January 23, 2016 by Rick Cunningham

In this video from 6:05 am Jan 23, you can just see the female Great Horned Owl on a branch of an adjacent tree – as the wind blows, watch for one of her eyes reflecting the infrared light. She takes off from there and lands in the nest actually being blown backwards to a landing. We’ve said this just about every day for the last week, but do you suppose that this could be the day??

 

Owls’ Interest Peaks?

January 14, 2016 by Rick Cunningham

The nest has piqued the owls’ interest for the last several months, but finally it’s looking like the female is very interested in seeing how the nest would work as a brood spot. She’s been paying a number of visits over the last few days and in each of the last few days has worked on the nest depression and has settled in for at least twenty minutes or so “trying it on for size”. The male was spotted with her yesterday around dusk, and we’re working to review the archives to see what other visits they’ve paid in the last few days.

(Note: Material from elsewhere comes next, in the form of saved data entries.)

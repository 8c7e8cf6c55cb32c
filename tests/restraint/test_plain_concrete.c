/* Plain concrete by two codes, against their tables and worked examples. Where the
 * remark says so, values are from memory. */
#include "kent_check.h"
#include "kent_plain_concrete.h"

#include <math.h>

static const double INCH = 0.0254;                             /* m */
static const double FOOT = 0.3048;                             /* m */
static const double KIP = 4448.2216152605;                     /* N */
static const double PSI = 4.4482216152605 / (0.0254 * 0.0254); /* Pa */
static const double DAY = 86400.0;                             /* s */

/* EN 1992-1-1:2004, table 3.1, from memory: fck and the tensile strength that 95 of 100
 * samples reach, MPa, to one decimal, from a mean that is rounded so too. fctd,pl = 0.8
 * of that over 1.5 (12.3.1). */
static void tension_of_plain_concrete_is_the_table_of_en_1992(void **state)
{
    (void)state;
    static const double ROWS[][2] = {
        {12, 1.1}, {16, 1.3}, {20, 1.5}, {25, 1.8}, {30, 2.0}, {35, 2.2}, {40, 2.5},
        {45, 2.7}, {50, 2.9}, {55, 3.0}, {60, 3.1}, {70, 3.2}, {80, 3.4}, {90, 3.5}};

    for (size_t i = 0; i < sizeof ROWS / sizeof ROWS[0]; i++) {
        const double pulled = kent_concrete_pulled(KENT_EN_1992, 1e6 * ROWS[i][0]);
        assert_within(pulled * 1.5 / 0.8, 1e6 * ROWS[i][1], 0.055e6);
    }
    assert_close(kent_concrete_pressed(KENT_EN_1992, 25e6), 0.8 * 25e6 / 1.5, 1e-12);
}

/* 12.6.3: 1.5 V/A against the tensile strength where nothing presses along. */
static void shear_of_plain_concrete_is_two_thirds_of_its_tension(void **state)
{
    (void)state;
    const double pulled = kent_concrete_pulled(KENT_EN_1992, 20e6);
    assert_close(kent_concrete_sheared(KENT_EN_1992, 20e6), pulled / 1.5, 1e-12);
}

/* ACI 318-19, 14.5.2.1 and 14.5.5.1: 5 sqrt(f'c) and 4/3 sqrt(f'c) psi, phi 0.60. The
 * SI edition rounds them to 0.42 and 0.11 sqrt(f'c) MPa. */
static void tension_and_shear_of_aci_318_in_both_of_its_units(void **state)
{
    (void)state;
    const double f = 4000.0 * PSI;
    assert_close(kent_concrete_pulled(KENT_ACI_318, f) / PSI, 0.6 * 316.2278, 1e-6);
    assert_close(kent_concrete_sheared(KENT_ACI_318, f) / PSI, 0.6 * 84.3274, 1e-6);
    assert_close(kent_concrete_pulled(KENT_ACI_318, 25e6), 0.6 * 0.42 * 5.0e6, 0.012);
    assert_close(kent_concrete_sheared(KENT_ACI_318, 25e6), 0.6 * 0.11 * 5.0e6, 0.012);
}

/* McCormac and Brown, Design of Reinforced Concrete, chapter 12, the plain footing
 * under a 12 in wall, from memory: 5 ft 6 in wide, 24 in thick, 3000 psi, 24 k/ft in
 * all. Book: Mu 11.04 ft k, S 968 in3, phi Mn 12.15 ft k and phi Vn 10.60 k at the phi
 * of its code, 0.55; Vu 1.82 k. */
static void a_wall_footing_of_a_textbook(void **state)
{
    (void)state;
    const kent_face strip = {5.5 * FOOT, FOOT}, wall = {FOOT, FOOT};
    const kent_plain_use use = kent_concrete_footing(KENT_ACI_318, 3000.0 * PSI, wall,
                                                     strip, 24.0 * INCH, 24.0 * KIP);

    assert_close(use.bending, 11.04 / (12.15 * 0.60 / 0.55), 2e-3);
    assert_close(use.shear, 1.82 / (10.60 * 0.60 / 0.55), 5e-3);
    assert_true(kent_concrete_carries(&use));
    assert_close(use.punching, 0.0, 0.0); /* the cut would reach beyond a strip */
}

/* By hand: 6 ft square, 12 in square contact, 20 in thick of which 18 count, 3000 psi,
 * 108 k: 3000 psf; cut 30 in square, 120 in round; outside it 36 - 6.25 = 29.75 ft2 or
 * 89.25 k; 0.60 x 2 x 4/3 x sqrt(3000) x 120 x 18 = 189.3 k. */
static void a_square_footing_is_cut_round_its_contact(void **state)
{
    (void)state;
    const kent_face plan = {6.0 * FOOT, 6.0 * FOOT}, square = {FOOT, FOOT};
    const kent_face flat = {0.5 * FOOT, 2.0 * FOOT}; /* 1 + 2/4 in place of 2 */
    const kent_plain_use use = kent_concrete_footing(KENT_ACI_318, 3000.0 * PSI, square,
                                                     plan, 20.0 * INCH, 108.0 * KIP);
    const kent_plain_use slit = kent_concrete_footing(KENT_ACI_318, 3000.0 * PSI, flat,
                                                      plan, 20.0 * INCH, 108.0 * KIP);

    assert_close(use.punching, 89.25 / 189.3, 1e-3);
    /* 24 x 42 in, 132 in round; 29 ft2 or 87 k; three quarters of 208.2 k */
    assert_close(slit.punching, 87.0 / (0.75 * 208.2), 1e-3);
}

static void against_soil_the_first_two_inches_count_for_nothing(void **state)
{
    (void)state;
    const kent_face plan = {1.0, 1.0}, contact = {0.2, 0.2};
    const kent_plain_use use =
        kent_concrete_footing(KENT_ACI_318, 20e6, contact, plan, 2.0 * INCH, 1e3);
    assert_true(isinf(use.bending) && isinf(use.shear) && isinf(use.punching));
    assert_false(kent_concrete_carries(&use));
}

/* EN 1992-1-1, 12.9.3: 0.85 h/a >= sqrt(3 sigma/fctd). By hand: C25, fctm = 0.30 x
 * 25^(2/3) = 2.565 MPa, fctd = 0.8 x 0.7 x 2.565/1.5 = 0.9576; 200 kPa and 0.6 m out:
 * 0.5588 m. */
static void a_footing_of_en_1992_is_as_thick_as_its_formula(void **state)
{
    (void)state;
    const kent_face plan = {1.5, 1.5}, contact = {0.3, 0.3};
    const double load = 200e3 * 1.5 * 1.5;
    kent_plain_use use =
        kent_concrete_footing(KENT_EN_1992, 25e6, contact, plan, 0.5588, load);

    assert_close(use.bending, 1.0, 1e-3);
    assert_close(use.shear, 1.5 * 0.2 * 0.6 / (0.9576 * 0.5588), 1e-3);
    assert_true(isnan(use.punching));
    use = kent_concrete_footing(KENT_EN_1992, 25e6, contact, plan, 0.55, load);
    assert_false(kent_concrete_carries(&use));
    use = kent_concrete_footing(KENT_EN_1992, 25e6, contact, plan, 0.56, load);
    assert_true(kent_concrete_carries(&use));
    use = kent_concrete_footing(KENT_EN_1992, 25e6, plan, contact, 0.1, load);
    assert_close(use.bending, 0.0, 0.0); /* nothing stands out */
}

/* The simplification of 12.9.3, h/a = 2, is for any ground pressure that soil bears:
 * the formula asks for less up to 0.963 fctd. */
static void twice_the_overhang_is_always_enough(void **state)
{
    (void)state;
    const kent_face plan = {1.2, 0.8}, contact = {0.2, 0.2};
    for (int q = 50; q <= 600; q += 50) {
        const kent_plain_use use = kent_concrete_footing(
            KENT_EN_1992, 16e6, contact, plan, 1.0, 1e3 * q * 1.2 * 0.8);
        assert_true(use.bending <= 1.0);
    }
}

/* McCormac and Brown, chapter 12, dowels under a 16 in column on a footing of 3000 psi,
 * from memory: 2 x 0.65 x 0.85 x 3 x 256 = 848.6 k. Plain concrete has phi 0.60. */
static void a_column_on_a_wide_footing_presses_twice_as_hard(void **state)
{
    (void)state;
    const kent_face column = {16.0 * INCH, 16.0 * INCH};
    const kent_face wide = {93.0 * INCH, 93.0 * INCH},
                    narrow = {24.0 * INCH, 93.0 * INCH};
    const double area = column.width * column.height, f = 3000.0 * PSI;
    double k = kent_concrete_widening(KENT_ACI_318, column, wide, 20.0 * INCH);

    assert_close(k, 2.0, 1e-12);
    assert_close(k * area * kent_concrete_pressed(KENT_ACI_318, f),
                 848.6 * KIP * 0.60 / 0.65, 1e-4);
    k = kent_concrete_widening(KENT_ACI_318, column, narrow, 20.0 * INCH);
    assert_close(k, 1.5, 1e-12); /* stays inside the side */
    k = kent_concrete_widening(KENT_ACI_318, column, wide, 2.0 * INCH);
    assert_close(k, 1.5, 1e-12); /* 2 across for 1 in depth, both ways */
}

/* EN 1992-1-1, 6.7: sides at most threefold, and no more wider than the concrete is
 * deep; the two areas similar. */
static void a_load_widens_by_the_geometry_of_en_1992(void **state)
{
    (void)state;
    const kent_face contact = {0.2, 0.3};

    assert_close(
        kent_concrete_widening(KENT_EN_1992, contact, (kent_face){3.0, 3.0}, 2.0), 3.0,
        1e-12);
    assert_close(
        kent_concrete_widening(KENT_EN_1992, contact, (kent_face){3.0, 3.0}, 0.3), 2.0,
        1e-12);
    assert_close(
        kent_concrete_widening(KENT_EN_1992, contact, (kent_face){0.3, 3.0}, 2.0), 1.5,
        1e-12);
    assert_close(
        kent_concrete_widening(KENT_EN_1992, contact, (kent_face){0.3, 0.36}, 2.0), 1.2,
        1e-12);
    assert_close(
        kent_concrete_widening(KENT_EN_1992, contact, (kent_face){0.1, 0.1}, 2.0), 1.0,
        1e-12);
}

static void contacts(void **state)
{
    (void)state;
    kent_face c = kent_contact_usual(0.6, 0.1);
    assert_close(c.width, 0.15, 1e-12);
    assert_close(c.height, 0.42426, 1e-4);
    c = kent_contact_of(0.16, 0.6);
    assert_close(c.width, 0.4, 1e-12);
    assert_close(c.height, 0.4, 1e-12);
    c = kent_contact_of(0.6, 0.6);
    assert_close(c.width, 1.0, 1e-12);
    assert_close(c.height, 0.6, 1e-12);
}

/* CEB-FIP Model Code 1990, 2.1.6.1, tabled shares of the 28 day mean at 3, 7 and 14
 * days for slow, normal and rapid cement, from memory; EN 1992-1-1, 3.1.2(6) is the
 * same form. */
static void mean_strength_grows_as_tabled(void **state)
{
    (void)state;
    static const struct {
        kent_cement cement;
        double share[3];
    } ROWS[] = {{KENT_CEMENT_SLOW, {0.46, 0.68, 0.85}},
                {KENT_CEMENT_NORMAL, {0.60, 0.78, 0.90}},
                {KENT_CEMENT_RAPID, {0.66, 0.82, 0.92}}};
    static const double DAYS[] = {3.0, 7.0, 14.0};

    for (size_t i = 0; i < 3; i++) {
        for (size_t k = 0; k < 3; k++) {
            const double f = kent_concrete_strength_at(KENT_EN_1992, ROWS[i].cement,
                                                       25e6, DAY * DAYS[k]);
            assert_within((f + 8e6) / 33e6, ROWS[i].share[k], 0.0051);
        }
    }
    assert_close(
        kent_concrete_strength_at(KENT_EN_1992, KENT_CEMENT_SLOW, 25e6, 90 * DAY), 25e6,
        1e-12);
}

/* ACI 209R-92, table 2.2.1, moist cured, types I and III, from memory. */
static void strength_grows_as_aci_209_has_it(void **state)
{
    (void)state;
    static const double DAYS[] = {3.0, 7.0, 14.0, 28.0};
    static const double TYPE_I[] = {0.46, 0.70, 0.88, 1.0};
    static const double TYPE_III[] = {0.59, 0.80, 0.92, 1.0};

    for (size_t k = 0; k < 4; k++) {
        assert_within(kent_concrete_strength_at(KENT_ACI_318, KENT_CEMENT_NORMAL, 1.0,
                                                DAY * DAYS[k]),
                      TYPE_I[k], 0.0051);
        assert_within(kent_concrete_strength_at(KENT_ACI_318, KENT_CEMENT_RAPID, 1.0,
                                                DAY * DAYS[k]),
                      TYPE_III[k], 0.0051);
    }
    /* it has no slow cement: that of EN 1992-1-1 */
    assert_within(
        kent_concrete_strength_at(KENT_ACI_318, KENT_CEMENT_SLOW, 1.0, 7.0 * DAY), 0.68,
        0.0051);
}

/* The least whole day at which the strength is there: the day before it is not. */
static void the_least_age_is_the_first_day_that_has_the_strength(void **state)
{
    (void)state;
    static const double F = 20e6;

    for (int code = KENT_EN_1992; code <= KENT_ACI_318; code++) {
        for (int cement = KENT_CEMENT_NORMAL; cement <= KENT_CEMENT_SLOW; cement++) {
            for (int half = 4; half < 40; half++) {
                const double f = 0.5e6 * half;
                const kent_concrete_code by = (kent_concrete_code)code;
                const kent_cement of = (kent_cement)cement;
                const double age = kent_concrete_age(by, of, F, f);
                assert_close(fmod(age, DAY), 0.0, 0.0);
                assert_true(age >= 3.0 * DAY && age <= 28.0 * DAY);
                assert_true(kent_concrete_strength_at(by, of, F, age) >= f - 1e-3);
                if (age <= 3.0 * DAY) continue;
                assert_true(kent_concrete_strength_at(by, of, F, age - DAY) < f);
            }
        }
    }
    assert_close(kent_concrete_age(KENT_EN_1992, KENT_CEMENT_NORMAL, F, F), 28.0 * DAY,
                 1e-12);
    assert_true(
        isnan(kent_concrete_age(KENT_EN_1992, KENT_CEMENT_NORMAL, F, 1.01 * F)));
    assert_close(kent_concrete_age(KENT_ACI_318, KENT_CEMENT_RAPID, F, 0.0), 3.0 * DAY,
                 1e-12);
}

int main(void)
{
    const struct CMUnitTest tests[] = {
        cmocka_unit_test(tension_of_plain_concrete_is_the_table_of_en_1992),
        cmocka_unit_test(shear_of_plain_concrete_is_two_thirds_of_its_tension),
        cmocka_unit_test(tension_and_shear_of_aci_318_in_both_of_its_units),
        cmocka_unit_test(a_wall_footing_of_a_textbook),
        cmocka_unit_test(a_square_footing_is_cut_round_its_contact),
        cmocka_unit_test(against_soil_the_first_two_inches_count_for_nothing),
        cmocka_unit_test(a_footing_of_en_1992_is_as_thick_as_its_formula),
        cmocka_unit_test(twice_the_overhang_is_always_enough),
        cmocka_unit_test(a_column_on_a_wide_footing_presses_twice_as_hard),
        cmocka_unit_test(a_load_widens_by_the_geometry_of_en_1992),
        cmocka_unit_test(contacts),
        cmocka_unit_test(mean_strength_grows_as_tabled),
        cmocka_unit_test(strength_grows_as_aci_209_has_it),
        cmocka_unit_test(the_least_age_is_the_first_day_that_has_the_strength),
    };
    return cmocka_run_group_tests(tests, NULL, NULL);
}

Last year, about 16 days earlier than this year, the owls were still not in the nest all day every day. The female finally settled in on about the 29th or 30th of December and the first egg was laid on the first day of 2015.

So here’s a quickly edited 7 minutes of tonight’s 25 minute visit. Note at 4 minutes 15 seconds into the video how she prepares to defend the nest from some intruder who swoops up and around the nest. Anyone in the area see what other bird that might have been??